While this approach has been highly effective, the training that most physicians receive doesn’t
really emphasize optimal health.
The derivation of “health” connotes wholeness, balance, and resilience. The capacity for the body to heal and repair itself can be seen all the way up the ladder: DNA, cells, organs, and organ systems. Integrative medicine unites a conventional approach with healing concepts – it goes beyond treatment of disease. One of the problems with conventional medicine is the relationship between the doctor and patient. Too often, the patient is just a passive receptacle that is treated by a doctor whose role is to cure through intervention. A more integrated approach focuses on empowerment. The challenge for both the doctor and patient is to join forces and proactively promote healing. What is the “mind-body connection”?
Dr. Gomberg: The Western convention is to define the body as everything up to the head, and
the brain is referred to as the mind. But, in a sense, the mind is everywhere. Because there are
neuroreceptors and neurotransmitters throughout our bodies, it’s hard to draw a line between
mind and body. Physician author Andrew Weil refers to our bodies as physical hardware through
which we can run different software. One fascinating example of this comes from research with
people who are seen as having multiple personalities. Each personality, or “alter”, can have
unique physiological allergies. This is an example of the same hardware hosting differing
What is the role of medicine in psychiatry?
Dr. Gomberg: Conventional psychiatry is my mainstay. Many medications utilize the mind/body
connection in that they interact with neuroreceptors to help normalize deficient
neurotransmitters. Many of the recently developed drugs are more selective in their action.
the aim is to get efficacy while minimizing side effects. The newer medications are designed to
regulate naturally existing substances in the mind/body. Nothing is perfect, and side effects
still occur. While medicine’s role in correcting an imbalance may be necessary, it is often
insufficient because it is just one piece of the puzzle. There are many factors that support
optimal health: physical, cognitive-emotional, relational, and spiritual.
When faced with complex emotional challenges, we tend to embrace one solution. Dr. Gomberg: Yes… being prescribed medication can lead to the thought, “this is the answer.”
Too much faith and power are attributed to one thing. But any “one thing” is rarely enough.
Multiple elements need to be activated in order for sustained healing to occur.
What are these elements of healing? Is the medical field acknowledging them?
Dr. Gomberg: The negative side effects of weight gain and diabetes associated with Clozaril
and Zyprexa have fostered a greater awareness of health risks like the Metabolic Syndrome.

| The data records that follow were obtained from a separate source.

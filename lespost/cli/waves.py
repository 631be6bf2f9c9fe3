"""`lespost waves FILE`: the Stokes drift of a wave spectrum. The work is in `lespost.forcing.spectrum`."""

from __future__ import annotations

import json
from pathlib import Path

import click


@click.command("waves")
@click.argument("file", type=click.Path(path_type=Path))
@click.option("--depths", default="", help='Depths of a drift profile [m], such as "0,1,5".')
@click.option("--water-depth", help="Depth of the water [m]; default: deep for all waves.")
@click.option("--no-tail", is_flag=True, help="Leave out the f^-5 tail beyond the last frequency.")
@click.option("--time", type=int, help="Number of the spectrum to take, from 0; default: the mean over all times.")
@click.option("--x-axis-compass-bearing", "bearing", type=float,
              help="Compass bearing of +x [degree]; default 90, +x points east.")
@click.option("--gravity", default="9.81", show_default=True, help="Acceleration of gravity [m s-2].")
@click.option("--json", "as_json", is_flag=True, help="Print one JSON object.")
def command(file: Path, depths: str, water_depth: str | None, no_tail: bool, time: int | None, bearing: float | None,
            gravity: str, as_json: bool) -> None:
    """Surface Stokes drift, transport and depth scale of the wave spectrum in FILE.

    FILE is netCDF with CF standard names, a text table (frequency, density) or buoy text. Components u, v of a profile are along
    the simulation's +x and +y (east and north unless a bearing is given), or along the waves where the file has no directions.
    """
    from lespost.errors import RequestError
    from lespost.forcing.spectrum import stokes_drift, summary
    from lespost.forcing.spectrum_files import read_spectrum
    from lespost.units import parse_quantity

    try:
        levels = [parse_quantity(word.strip(), "m", "--depths") for word in depths.split(",") if word.strip()]
        bottom = None if water_depth is None else parse_quantity(water_depth, "m", "--water-depth")
        g = parse_quantity(gravity, "m s-2", "--gravity")
    except Exception as error:
        raise RequestError(str(error)) from None
    if not g > 0 or (bottom is not None and not bottom > 0):
        raise RequestError("--gravity and --water-depth must be positive; depths are counted downwards from the surface.")
    if any(level < 0 or (bottom is not None and level > bottom) for level in levels):
        raise RequestError(f"--depths {depths}: give depths between 0 and the bottom, counted downwards.")
    spectrum = read_spectrum(file, time, bearing)
    tail = not no_tail
    numbers = summary(spectrum, bottom, tail, g)
    u, v = stokes_drift([-level for level in levels], spectrum, bottom, tail, g)
    profile = [{"depth": level, "u": float(a), "v": float(b), "speed": float((a * a + b * b) ** 0.5)}
               for level, a, b in zip(levels, u, v, strict=True)]
    if as_json:
        names = ("us0", "transport", "decay_scale", "hs", "fp", "tail_fraction")
        found: dict[str, object] = {name: _known(getattr(numbers, name)) for name in names}
        click.echo(json.dumps({**found, "profile": profile} if levels else found, allow_nan=False))
        return
    share = f"{100 * numbers.tail_fraction:.1f} % of us0" if numbers.us0 > 0 else "nothing to share"
    rows = [("surface drift us0", numbers.us0, "m s-1", ""), ("direction", numbers.direction, "degree", "towards, from +x to +y"),
            ("transport", numbers.transport, "m2 s-1", ""), ("depth scale", numbers.decay_scale, "m", "transport / us0"),
            ("wave height Hs", numbers.hs, "m", "from the frequencies given"), ("peak frequency", numbers.fp, "Hz", ""),
            ("last frequency", float(spectrum.frequency[-1]), "Hz", f"f^-5 tail beyond it: {share}" if tail else "no tail added")]
    click.echo(spectrum.source)
    for name, value, unit, remark in rows:
        click.echo(f"{name:<18} {'-' if value != value else format(value, '.5g'):>12} {unit:<7} {remark}".rstrip())
    if levels:
        click.echo(f"{'depth [m]':>12} {'u [m s-1]':>12} {'v [m s-1]':>12} {'speed [m s-1]':>14}")
        for row in profile:
            click.echo(f"{row['depth']:>12.4g} {row['u']:>12.5g} {row['v']:>12.5g} {row['speed']:>14.5g}")


def _known(value: float) -> float | None:
    return None if value != value else value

Fortunately, this has resulted in a greater emphasis on health induction through lifestyle
modification. At Project Transition, we developed a program called NEST. It augments other
therapies and consists of activities that promote nutrition, exercise, and stress reduction
training. [At the end of this article, there is a link to learn more about the Metabolic Syndrome
and the outcomes of our special interventions]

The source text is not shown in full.